I could see that this entire business—his sudden dismissal, the dismissal of the entire staff, Susan’s reaction to his returning the car—troubled him. He was not a stupid man, and he knew that something was wrong.
Let him be troubled. As long as he went away.
His sense of propriety and discretion should prevent him from acting upon his curiosity.
“How will you get home?” I asked, realizing that Susan might have expressed such a concern earlier than this. “Shall I call you a taxi?”
He stared at the camera lens for a long moment.
That frown again.
Damn that frown.
Then he said, “No. Please don’t trouble yourself, Mrs. Harris. There’s a cellular phone in the Honda. I’ll call my own cab and wait outside the gate.”
Seeing that Arling had not been accompanied by anyone in another vehicle, the real Susan would not have asked if he wished to have a taxi but would have at once assured him that she was providing it at her own expense.
My error.
I admit to errors.
Do you, Dr. Harris?
Do you?
Anyway ...
Perhaps I impersonated Mr. Fozzy Bear better than I did Susan. After all, as actors go, I am quite young. I have been a conscious entity less than three years.

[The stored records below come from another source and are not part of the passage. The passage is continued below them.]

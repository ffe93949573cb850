using SpeedCommand.Flight.Atmosphere;
using SpeedCommand.Flight.HeightInHand;
using SpeedCommand.Flight.Targets;

namespace SpeedCommand.Flight.Tests.HeightInHand;

/// <summary>
/// In the standard troposphere the time at a fixed lift coefficient has the closed form
/// t = H0/(k w0) [(1 - h2/H0)^k - (1 - h1/H0)^k], H0 = T0/0.0065, k = (g/(R 0.0065) - 1)/2 + 1. The figures come from it, or from
/// scipy's quad where there is wind or an offset. The promise is 0.1 %; the sums are held to far less.
/// </summary>
public sealed class DescentTests
{
    private const double Tolerance = 1e-6;

    private static readonly StandardColumn Standard = new(0);

    [Theory]
    [InlineData(3000, 300, 3709.033746)]
    [InlineData(1000, 0, 1453.171472)]
    [InlineData(2000, 1000, 1383.531735)]
    [InlineData(3000, 2000, 1315.702069)]
    [InlineData(6000, 3000, 3558.146277)]
    [InlineData(5000, 500, 5852.129225)]
    public void TryFly_MinSinkInStandardAir_ClosedForm(double fromM, double toM, double timeS)
    {
        var result = Fly(Standard, new(fromM, toM, DescentSpeed.MinSink, ReferenceGlider.Straight));
        Close.Relative(timeS, result.TimeS, Tolerance);
        Close.Relative(fromM - toM, result.HeightM, 1e-9);
        Assert.True(Estimate(fromM, toM, 0, out var live));
        Close.Relative(timeS, live.EnduranceS, Tolerance);
    }

    [Fact]
    public void TryFly_MinSinkInStandardAir_Distance() =>
        Close.Relative(80187.0948, Fly(Standard, new(3000, 300, DescentSpeed.MinSink, ReferenceGlider.Straight)).DistanceM, Tolerance);

    [Fact]
    public void TryFly_BestGlideInStandardAir_ClosedForm()
    {
        var result = Fly(Standard, new(3000, 300, DescentSpeed.BestGlide, ReferenceGlider.Straight));
        Close.Relative(91685.8884, result.DistanceM, Tolerance);
        Close.Relative(3282.084574, result.TimeS, Tolerance);
    }

    [Theory] // at the still-air best glide; ours is flown at the best speed in the wind, hence a little farther
    [InlineData(5, 75275.4655)]
    [InlineData(-5, 108096.3112)]
    public void TryFly_BestGlideInWind_NoShorterThanAtTheStillAirSpeed(double headwindMps, double stillAirSpeedDistanceM)
    {
        var result = Fly(Standard, new(3000, 300, DescentSpeed.BestGlide, ReferenceGlider.Straight) { Winds = [new(9000, headwindMps)] });
        Assert.InRange(result.DistanceM, stillAirSpeedDistanceM, stillAirSpeedDistanceM * 1.01);
    }

    [Fact] // pressure altitude 3000 to 300, 20 K warmer than standard: w with the actual density, dz = dH T/T_standard
    public void TryFly_WarmAir_LongerAndMoreHeight()
    {
        var result = Fly(new StandardColumn(20), new(3000, 300, DescentSpeed.MinSink, ReferenceGlider.Straight));
        Close.Relative(3840.353038, result.TimeS, Tolerance);
        Close.Relative(2894.712154, result.HeightM, Tolerance);
    }

    [Fact]
    public void TryFly_MeasuredProfileOfStandardAir_AsStandardAir()
    {
        var column = new MeasuredColumn([new(0, 288.15, double.NaN), new(11_000, 216.65, double.NaN)]);
        var plan = new DescentPlan(3000, 300, DescentSpeed.MinSink, ReferenceGlider.Straight);
        Close.Relative(Fly(Standard, plan).TimeS, Fly(column, plan).TimeS, 1e-9);
    }

    [Fact]
    public void TryFly_WindByLayer_TheSumOfTheLayers()
    {
        WindLayer[] winds = [new(1000, 4), new(1810, 9), new(2000, -3)];
        var plan = new DescentPlan(2600, 400, DescentSpeed.BestGlide, ReferenceGlider.Straight) { Winds = winds };
        var whole = Fly(Standard, plan);
        var (time, distance) = (0.0, 0.0);
        foreach (var (top, end, wind) in new[] { (1000.0, 400.0, 4.0), (1810, 1000, 9), (2000, 1810, -3), (2600, 2000, -3) })
        {
            var part = Fly(Standard, plan with { FromM = top, ToM = end, Winds = [new(9000, wind)] });
            (time, distance) = (time + part.TimeS, distance + part.DistanceM);
        }

        Close.Relative(time, whole.TimeS, Tolerance);
        Close.Relative(distance, whole.DistanceM, Tolerance);
    }

    [Fact]
    public void TryFly_SpeedToFlyAtNoClimb_AsBestGlide()
    {
        var plan = new DescentPlan(3000, 300, DescentSpeed.BestGlide, ReferenceGlider.Straight);
        Close.Relative(Fly(Standard, plan).TimeS, Fly(Standard, plan with { Speed = DescentSpeed.SpeedToFly }).TimeS, 1e-9);
        Assert.True(Fly(Standard, plan with { Speed = DescentSpeed.SpeedToFly, ClimbMps = 2 }).TimeS < 0.6 * Fly(Standard, plan).TimeS);
    }

    [Fact]
    public void TryFly_RisingAirStrongerThanTheSink_ForEver()
    {
        var plan = new DescentPlan(2000, 1000, DescentSpeed.MinSink, ReferenceGlider.Straight) { AirMps = 1 };
        Assert.Equal(double.PositiveInfinity, Fly(Standard, plan).TimeS);
    }

    [Theory]
    [InlineData(300, 3000)]
    [InlineData(double.NaN, 300)]
    [InlineData(40_000, 300)]
    public void TryFly_UpwardsOrUnknownAir_Refuses(double fromM, double toM) => Assert.False(
        Descent.TryFly(ReferenceGlider.Unlimited, Standard, new(fromM, toM, DescentSpeed.MinSink, ReferenceGlider.Straight), out _));

    [Fact]
    public void TryFly_ProfileEndsTooEarly_Refuses() => Assert.False(Descent.TryFly(
        ReferenceGlider.Unlimited,
        new MeasuredColumn([new(500, 288, 0.5), new(3500, 268, 0.4)]),
        new(3000, 300, DescentSpeed.MinSink, ReferenceGlider.Straight),
        out _));

    [Theory] // altitude m, offset K, headwind m/s, floor m
    [InlineData(2500, 15, 6, 400)]
    [InlineData(9000, -10, -8, 300)]
    [InlineData(12500, 0, 0, 300)]
    [InlineData(11800, 5, 0, 10000)]
    [InlineData(1200, 8, 15, 350)]
    [InlineData(400, 0, 0, 300)]
    public void TryEstimate_OffsetAirAndWind_AsTheFineSum(double altitudeM, double offsetK, double headwindMps, double floorM)
    {
        StandardAtmosphere.TryAt(altitudeM, out var state);
        Assert.True(Air.TryMeasured(state.PressurePa, state.TemperatureK + offsetK, double.NaN, out var air, out _));
        var circling = ReferenceGlider.Straight with { LoadFactor = 1.4 };
        Assert.True(LiveHeight.TryEstimate(ReferenceGlider.Unlimited, air, circling, floorM, headwindMps, out var live));
        WindLayer[] winds = [new(32_000, headwindMps)];
        var plan = new DescentPlan(altitudeM, floorM, DescentSpeed.MinSink, ReferenceGlider.Straight) { Winds = winds };
        Close.Relative(Fly(new StandardColumn(offsetK), plan).TimeS, live.EnduranceS, 1e-5);
        Close.Relative(Fly(new StandardColumn(offsetK), plan with { Speed = DescentSpeed.BestGlide }).DistanceM, live.RangeM, 1e-5);
    }

    [Fact]
    public void TryEstimate_BelowTheFloor_NothingInHand()
    {
        Assert.True(Estimate(250, 300, 0, out var live));
        Assert.Equal(new LiveHeight(0, 0), live);
    }

    [Fact]
    public void TryEstimate_WindFasterThanTheGlider_EnduranceWithoutRange()
    {
        Assert.True(Estimate(2000, 300, 400, out var live));
        Assert.True(live.EnduranceS > 0);
        Assert.True(double.IsNaN(live.RangeM));
    }

    [Fact]
    public void TryEstimate_NoAirOrNoFloor_Refuses()
    {
        Assert.False(LiveHeight.TryEstimate(ReferenceGlider.Unlimited, default, ReferenceGlider.Straight, 300, 0, out _));
        Assert.False(Estimate(2000, double.NaN, 0, out _));
        var air = ReferenceGlider.StandardAirAt(2000);
        Assert.False(LiveHeight.TryEstimate(ReferenceGlider.Unlimited, air, default, 300, 0, out _));
    }

    private static bool Estimate(double altitudeM, double floorM, double headwindMps, out LiveHeight live)
    {
        var air = ReferenceGlider.StandardAirAt(altitudeM);
        return LiveHeight.TryEstimate(ReferenceGlider.Unlimited, air, ReferenceGlider.Straight, floorM, headwindMps, out live);
    }

    private static DescentResult Fly(IAirColumn column, DescentPlan plan)
    {
        Assert.True(Descent.TryFly(ReferenceGlider.Unlimited, column, plan, out var result));
        return result;
    }
}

Nevertheless, I felt that my error was sufficiently minor to excite nothing more than mild curiosity in even our perceptive former majordomo.
“Well,” he said, “I’ll be going.”
And, chagrined, I knew that again I had missed a beat. Susan would have said something immediately after he suggested that he call his own taxicab, would not merely have waited coldly and silently for him to leave.
I said, “Thank you, Fritz. Thank you for all your years of fine service.”
That was wrong, too. Stiff. Wooden. Not like Susan.
Arling stared at the lens.
Stared thoughtfully.
After struggling with his highly developed sense of propriety, he finally asked one question that exceeded his station: “Are you all right, Mrs. Harris?”
We were walking the edge now.
Along the abyss.
A bottomless abyss.
He had spent his life learning to be sensitive to the moods and needs of wealthy employers so he could fulfill their requests before they even voiced them. He knew Susan Harris almost as well as she knew herself—and perhaps better than I knew her.
I had underestimated him.
Human beings are full of surprises.
An unpredictable species.
Speaking as Susan, answering Arling’s question, I said, “I’m fine, Fritz. Just tired. I need a change. A lot of change. Big change. I intend to travel for a long time. Become a vagabond for a year or two, maybe longer. I want to drive all over the country. I want to see the Painted Desert, the Grand Canyon, New Orleans and the bayou country, the Rockies and the great plains and Boston in the autumn—”
This had been a fine speech when delivered to Louis Davendale, but even as I repeated it with genuine heart to Fritz Arling, I knew that it was precisely the wrong thing to say. Davendale was Susan’s attorney, and Arling was her servant, and she would not address them in the same manner.
Yet I was well launched and unable to turn back, hoping against hope that the tide of words would eventually overwhelm him and wash him on his way: “—and the beaches of Key West in sunshine and thunderstorms, eat fresh salmon in Seattle and a hero sandwich in Philadelphia—”
Arling’s frown deepened into a scowl.
He felt the
wrongness
of Susan’s babbled reply.
“—and crab cakes in Mobile, Alabama. I’ve virtually lived my life in this damn house, and now I want to see and smell and touch and hear the whole world firsthand—”
Arling looked around at the still, silent grounds of the large estate. Squinting into sunlight, into shadows. As if suddenly disturbed by the loneliness of the place.